3. What intention on the author’s part does this brutal opening suggest?
4. Local judge.
The same thing happens on the second page:
1. Notice how Norbert comes crashing onto the scene.
2. This passage is a mixture of backslang and immigrant jargon. Transpose into normal English.
3. Motorcycle.
4. Obscene gesture.
And so on — except for footnotes, all the pages in Suburbia are blank. “In Suburbia Fournel was not attempting to give some postmodernist exploration of the nature of literature,” explains Robert Tubbs in Mathematics in Twentieth-Century Literature and Art (2014). “Suburbia, instead, was written according to the lipogrammatic constraint that it contain no letters or symbols. This constraint force Fournel to write a textless narrative. Because of the footnotes on each page, it has content — it is not an empty text; it is simply a textless text, a text that just happens not to contain any words.”

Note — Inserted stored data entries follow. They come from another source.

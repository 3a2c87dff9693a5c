import { existsSync, writeFileSync } from 'node:fs'

// Another output folder (DAYBREATH_DIST) lets a second server run beside the first. Next writes the folder's name into the
// compiler settings it is given, so such a run gets settings of its own and the committed ones stay as they are.
const distDir = process.env.DAYBREATH_DIST ?? '.next'
const tsconfigPath = distDir === '.next' ? 'tsconfig.json' : `tsconfig.${distDir.replace(/[^a-z0-9-]/gi, '')}.json`
if (!existsSync(tsconfigPath)) {
  const include = ['next-env.d.ts', '**/*.ts', '**/*.tsx', '**/*.mts', `${distDir}/types/**/*.ts`, `${distDir}/dev/types/**/*.ts`]
  writeFileSync(
    tsconfigPath,
    JSON.stringify({ extends: './tsconfig.json', compilerOptions: { plugins: [{ name: 'next' }] }, include }),
  )
}

// What never changes from request to request. The content policy with its nonce is in proxy.ts.
const fixedHeaders = [
  { key: 'X-Content-Type-Options', value: 'nosniff' },
  { key: 'Referrer-Policy', value: 'no-referrer' },
  { key: 'X-Frame-Options', value: 'DENY' },
  { key: 'Cross-Origin-Opener-Policy', value: 'same-origin' },
  { key: 'Cross-Origin-Resource-Policy', value: 'same-origin' },
  {
    key: 'Permissions-Policy',
    value: 'camera=(), microphone=(), geolocation=(), payment=(), usb=()',
  },
  { key: 'X-Robots-Tag', value: 'noindex, nofollow' },
]

/** @type {import('next').NextConfig} */
const config = {
  // Routes and pages that only the bench measures against end in .bench.ts(x) and are part of its own build alone.
  pageExtensions: process.env.DAYBREATH_BENCH === '1' ? ['bench.tsx', 'bench.ts', 'tsx', 'ts'] : ['tsx', 'ts'],
  distDir,
  poweredByHeader: false,
  reactStrictMode: true,
  serverExternalPackages: ['better-sqlite3', 'pino'],
  typescript: { tsconfigPath },
  headers: () =>
    Promise.resolve([
      { source: '/:path*', headers: fixedHeaders },
      {
        source: '/api/:path*',
        headers: [{ key: 'Content-Security-Policy', value: "default-src 'none'; frame-ancestors 'none'" }],
      },
    ]),
}

export default config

New Zealand engineer Bill Phillips found a unique way to model a national economy in 1949: He used water. Working in his garage, he assembled a conglomeration of tanks, pipes, sluices, and valves into MONIAC, a 7-foot hydraulic computer that modeled the economy of the United Kingdom. Colored water, representing money, is pumped from a bottom reservoir to the top, where it’s distributed among taxes, consumer expenditure, and investment, then finds its way downward through the economy. The user can set “functions” that regulate the effect of national income on tax revenue, government spending on consumption, domestic spending on imports or exports, the interest rate on investment, and the exchange rate on exports and imports.
“To approximate a national economy, a ‘Federal Reserve System’ is added (from a tank through the top U-shaped pump) and bank credit is drawn to expand surplus balances when needed,” noted Fortune in a March 1952 feature. “And, if a Keynesian touch is wanted, the government can engage in ‘deficit financing’ by tapping the surplus balances to increase its own expenditures without additional taxation.”

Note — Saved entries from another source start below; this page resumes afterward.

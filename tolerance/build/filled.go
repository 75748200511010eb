package build

import (
	"fmt"
	"math"
	"slices"

	"batchwright/bom/document"
	"batchwright/bom/part"
	"batchwright/bom/quantity"
)

// FilledIn is the text of the build's file with every opening filled; choice
// holds a fitting for each. A part's `choose` gives way to its value, family and
// tolerance, or to `parallel` or `series`. What is written already and says the
// same stays as it is spelled, and so does every byte of what belongs to no
// opening; comments in a `choose` are put above its place. The error is a
// document.Complaints where a part cannot be changed without changing another.
func (b *Build) FilledIn(text []byte, choice []Fitting) ([]byte, error) {
	if len(choice) != len(b.Openings) {
		return nil, fmt.Errorf("build: %d fittings for %d openings", len(choice), len(b.Openings))
	}
	editor, faults := document.NewEditor(b.File, text)
	if len(faults) > 0 {
		return nil, faults
	}
	for i, o := range b.Openings {
		stageName, role := position(o.Positions[0])
		n := editor.Root().Get("stages").Get(stageName).Get("parts").Get(role)
		f := filler{families: b.Families, unit: o.Type.Unit(), part: n}
		if err := f.fill(choice[i]); err != nil {
			return nil, fmt.Errorf("build: %s: %w", o.Positions[0], err)
		}
		editor.Rewrite(n, "choose", f.pairs, f.drop...)
	}
	return editor.Bytes()
}

// filler finds out which keys of a part to write, and which must go.
type filler struct {
	families *part.Catalogue
	unit     quantity.Unit
	part     *document.Node
	pairs    []document.Pair
	drop     []string
}

// fill takes a fitting.
func (f *filler) fill(c Fitting) error {
	switch {
	case c.Combine == Single && len(c.Pieces) == 1:
		if err := f.single(c.Pieces[0]); err != nil {
			return err
		}
	case (c.Combine == Parallel || c.Combine == InSeries) && len(c.Pieces) > 1:
		list := &document.Node{Kind: document.Sequence}
		for _, p := range c.Pieces {
			item, err := f.keys(p)
			if err != nil {
				return err
			}
			list.Items = append(list.Items, &document.Node{Kind: document.Mapping, Pairs: item})
		}
		f.without("value", "family", "tolerance")
		f.pairs = append(f.pairs, document.Pair{Key: word(string(c.Combine)), Value: list})
	default:
		return fmt.Errorf("%d pieces combined as %q", len(c.Pieces), c.Combine)
	}
	lots := OneLot
	if c.Mixed {
		lots = MixedLots
	}
	if at := f.part.Get("lots"); (c.Mixed || at != nil) && !f.says("lots", string(lots)) {
		f.pairs = append(f.pairs, document.Pair{Key: word("lots"), Value: word(string(lots))})
	}
	return nil
}

// single writes one piece, but for what is written already.
func (f *filler) single(p Piece) error {
	pairs, err := f.keys(p)
	if err != nil {
		return err
	}
	for _, key := range []string{"value", "family", "tolerance"} {
		i := slices.IndexFunc(pairs, func(p document.Pair) bool { return p.Key.Value == key })
		switch {
		case i < 0:
			f.without(key)
		case !f.says(key, pairs[i].Value.Value):
			f.pairs = append(f.pairs, pairs[i])
		}
	}
	return nil
}

// without drops keys that the part has.
func (f *filler) without(keys ...string) {
	for _, key := range keys {
		if f.part.Get(key) != nil {
			f.drop = append(f.drop, key)
		}
	}
}

// keys are those of a piece by itself. A family that comes in one value only is
// given none, one that is not sold by tolerance no tolerance.
func (f *filler) keys(p Piece) ([]document.Pair, error) {
	family, ok := f.families.Family(p.Family)
	if !ok {
		return nil, fmt.Errorf("no family is called %q", p.Family)
	}
	var pairs []document.Pair
	if family.HasValue() {
		pairs = append(pairs, document.Pair{Key: word("value"), Value: word(p.Text)})
	}
	pairs = append(pairs, document.Pair{Key: word("family"), Value: word(p.Family)})
	if len(family.Grades) == 0 || onlyGrade(family, p.Tolerance) {
		return pairs, nil
	}
	return append(pairs, document.Pair{Key: word("tolerance"), Value: word(f.grade(p.Tolerance))}), nil
}

// onlyGrade says whether a trimmer is better written without its tolerance: it
// is what a piece of the family is taken for anyway, and written on the part it
// would hold for an end too that the family has another tolerance for.
func onlyGrade(f *part.Family, tolerance float64) bool {
	return f.Type.Trimmer() && sameTolerance(f.Grades[len(f.Grades)-1].Tolerance, tolerance) &&
		slices.ContainsFunc(f.Parameters, func(q part.Parameter) bool { return q.Tolerance != part.GradeTolerance })
}

// grade is a tolerance as the part's list of grades spells it, where it does.
func (f *filler) grade(tolerance float64) string {
	if list := f.part.Get("choose").Get("tolerances"); list != nil {
		for _, n := range append([]*document.Node{list}, list.Items...) {
			if q, err := quantity.Parse(n.Value, quantity.Percent); err == nil && sameTolerance(q.Value, tolerance) {
				return n.Value
			}
		}
	}
	return quantity.Format(tolerance, quantity.Percent, 0)
}

// says whether what the part has under a key means the same as a text.
func (f *filler) says(key, text string) bool {
	n := f.part.Get(key)
	switch {
	case n == nil || n.Value == text:
		return n != nil
	case key == "tolerance":
		return sameQuantity(n.Value, text, quantity.Percent)
	case key == "value":
		return sameQuantity(n.Value, text, f.unit)
	}
	return false
}

// sameQuantity says whether two texts are the same value or range.
func sameQuantity(a, b string, unit quantity.Unit) bool {
	if x, err := quantity.Parse(a, unit); err == nil {
		y, err := quantity.Parse(b, unit)
		return err == nil && same(x.Value, y.Value)
	}
	low, high, err := quantity.ParseRange(a, unit)
	low2, high2, err2 := quantity.ParseRange(b, unit)
	return err == nil && err2 == nil && same(low.Value, low2.Value) && same(high.Value, high2.Value)
}

// same allows for the rounding of decimal prefixes.
func same(a, b float64) bool { return math.Abs(a-b) <= 1e-9*math.Abs(b) }

// word is a text to be written.
func word(text string) *document.Node { return &document.Node{Value: text} }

Phillips unveiled the computer at the London School of Economics in 1949 and impressed his audience so much that he was asked to build copies for Harvard, Cambridge, Oxford, the Ford Motor Company and the Central Bank of Guatemala. Unfortunately his invention was soon outmoded by electronic computers, and today only two working “Phillips machines” remain: one at Cambridge and the other (above) at the Reserve Bank of New Zealand.
UPDATE: Yale economist Irving Fisher proposed a similar system in his Ph.D. dissertation in 1891, described by Paul Samuelson as “the best of all doctoral dissertations in economics.” Fisher used a working model of his machine as a teaching tool for 25 years. (Thanks, Sroyon.)